> **Available records**

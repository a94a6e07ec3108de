// The computation endpoints answer what the engines compute, and bad input with 400 + field.
import { beforeAll, describe, expect, it } from "vitest";
import * as rating from "@/app/api/v1/absorbers/rating/route";
import * as spectrum from "@/app/api/v1/absorbers/spectrum/route";
import * as predict from "@/app/api/v1/reverb/predict/route";
import * as target from "@/app/api/v1/reverb/target/route";
import { absorptionSpectrum, rateAbsorber } from "@/lib/porous";
import { actAs, callRoute } from "../support/act-as";

const panel = [{ kind: "porous", thicknessM: 0.05, flowResistivity: 15000, model: "delany-bazley" }] as const;
const room = {
  volumeM3: 5.8 * 4.1 * 2.5,
  surfaces: [
    { areaM2: 2 * 5.8 * 2.5 + 2 * 4.1 * 2.5, finish: "painted-drywall-on-studs" },
    { areaM2: 5.8 * 4.1, finish: "carpet-on-pad" },
    { areaM2: 5.8 * 4.1, finish: "painted-drywall-on-studs" },
  ],
};

beforeAll(() => actAs("engineer"));

describe("POST /absorbers/spectrum", () => {
  it("returns exactly absorptionSpectrum's points", async () => {
    const res = await callRoute(spectrum.POST, { body: { layers: panel, frequenciesHz: [125, 500, 2000], incidence: "random" } });
    expect(res.status).toBe(200);
    expect(res.json.points).toEqual(JSON.parse(JSON.stringify(absorptionSpectrum([...panel], { frequenciesHz: [125, 500, 2000], incidence: "random" }))));
  });

  it("answers a negative thickness with 400 naming the field", async () => {
    const res = await callRoute(spectrum.POST, { body: { layers: [{ ...panel[0], thicknessM: -0.05 }], frequenciesHz: [500] } });
    expect(res.status).toBe(400);
    expect(Object.keys(res.json.error.fields)).toContain("layers.0.thicknessM");
  });

  it("answers a resistive sheet on the wall with 400", async () => {
    const res = await callRoute(spectrum.POST, { body: { layers: [{ kind: "resistive-sheet", flowResistance: 500 }], frequenciesHz: [500] } });
    expect(res.status).toBe(400);
  });

  it("refuses anonymous callers with 401", async () => {
    await actAs("anonymous");
    const res = await callRoute(spectrum.POST, { body: { layers: panel, frequenciesHz: [500] } });
    expect(res.status).toBe(401);
    await actAs("engineer");
  });
});

describe("POST /absorbers/rating", () => {
  it("rates a layer stack as rateAbsorber does", async () => {
    const res = await callRoute(rating.POST, { body: { layers: panel } });
    expect(res.status).toBe(200);
    expect(res.json.rating).toEqual(JSON.parse(JSON.stringify(rateAbsorber({ layers: [...panel] }))));
  });
  it("answers 14 one-third-octave values with 400", async () => {
    const res = await callRoute(rating.POST, { body: { thirdOctaveAlpha: new Array(14).fill(0.5) } });
    expect(res.status).toBe(400);
  });
});

describe("POST /reverb/predict and /reverb/target", () => {
  it("predicts a positive RT per octave band", async () => {
    const res = await callRoute(predict.POST, { body: room });
    expect(res.status).toBe(200);
    expect(res.json.prediction.bands.length).toBeGreaterThan(0);
  });
  it("compares with the listening-room target", async () => {
    const res = await callRoute(target.POST, { body: { ...room, target: { kind: "listening-room" } } });
    expect(res.status, JSON.stringify(res.json)).toBe(200);
    expect(res.json.comparison.length).toBe(res.json.prediction.bands.length);
  });
  it("answers a volume of zero with 400 on volumeM3", async () => {
    const res = await callRoute(predict.POST, { body: { ...room, volumeM3: 0 } });
    expect(res.status).toBe(400);
    expect(res.json.error.fields.volumeM3).toBeDefined();
  });
});
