const MiB = 1024 * 1024;
let s3: FakeS3Handle;
let dir: string;
let storage: ObjectStorage;
let room: string; // Hollis media room (client, builder assigned)
let valeRoom: string;

beforeAll(async () => {
  await resetTables();
  dir = await mkdtemp(path.join(tmpdir(), "eigenroom-s3-"));
  s3 = await startFakeS3({ port: 0, dir, bucket: "eigenroom-it", log: () => {} });
  Object.assign(process.env, { S3_ENDPOINT: s3.endpoint, S3_BUCKET: "eigenroom-it", S3_ACCESS_KEY_ID: s3.accessKeyId, S3_SECRET_ACCESS_KEY: s3.secretAccessKey, S3_REGION: "us-east-1" });
  storage = createS3Storage({ endpoint: s3.endpoint, bucket: "eigenroom-it", region: "us-east-1", accessKeyId: s3.accessKeyId, secretAccessKey: s3.secretAccessKey });
  const db = testDb();
  const roomOf = async (project: string) =>
    (await db.selectFrom("rooms").innerJoin("projects", "projects.id", "rooms.project_id").select("rooms.id").where("projects.name", "=", project).executeTakeFirstOrThrow()).id;
  room = await roomOf("Hollis media room");
  valeRoom = await roomOf("Vale home studio");
});

afterAll(async () => {
  await s3?.stop();
  if (dir) await rm(dir, { recursive: true, force: true });
});

// Real images made here: a 640×480 gradient in each format.
async function image(format: "jpeg" | "png" | "webp", width = 640, height = 480): Promise<Uint8Array> {
  const raw = Buffer.alloc(width * height * 3);
  for (let i = 0; i < width * height; i++) raw.set([(i % width) % 256, Math.floor(i / width) % 256, 128], i * 3);
  return new Uint8Array(await sharp(raw, { raw: { width, height, channels: 3 } })[format]().toBuffer());
}
const PDF = new TextEncoder().encode("%PDF-1.4\n1 0 obj << /Type /Catalog /Pages 2 0 R >> endobj\n2 0 obj << /Type /Pages /Kids [] /Count 0 >> endobj\ntrailer << /Root 1 0 R >>\n%%EOF\n");
// The first bytes of a Windows executable (DOS header "MZ" … "PE\0\0"), padded.
const EXE = (() => {
  const b = new Uint8Array(4096);
  b.set([0x4d, 0x5a, 0x90, 0x00]);
  b.set([0x50, 0x45, 0x00, 0x00], 0x80);
  return b;
})();
const ELF = new Uint8Array([0x7f, 0x45, 0x4c, 0x46, 2, 1, 1, 0, ...new Array(120).fill(0)]);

> **Task prompt**
Copy each line in the entries above where the word "listening" shows up.

> **Answer space**
  it("compares with the listening-room target", async () => {
    const res = await callRoute(target.POST, { body: { ...room, target: { kind: "listening-room" } } });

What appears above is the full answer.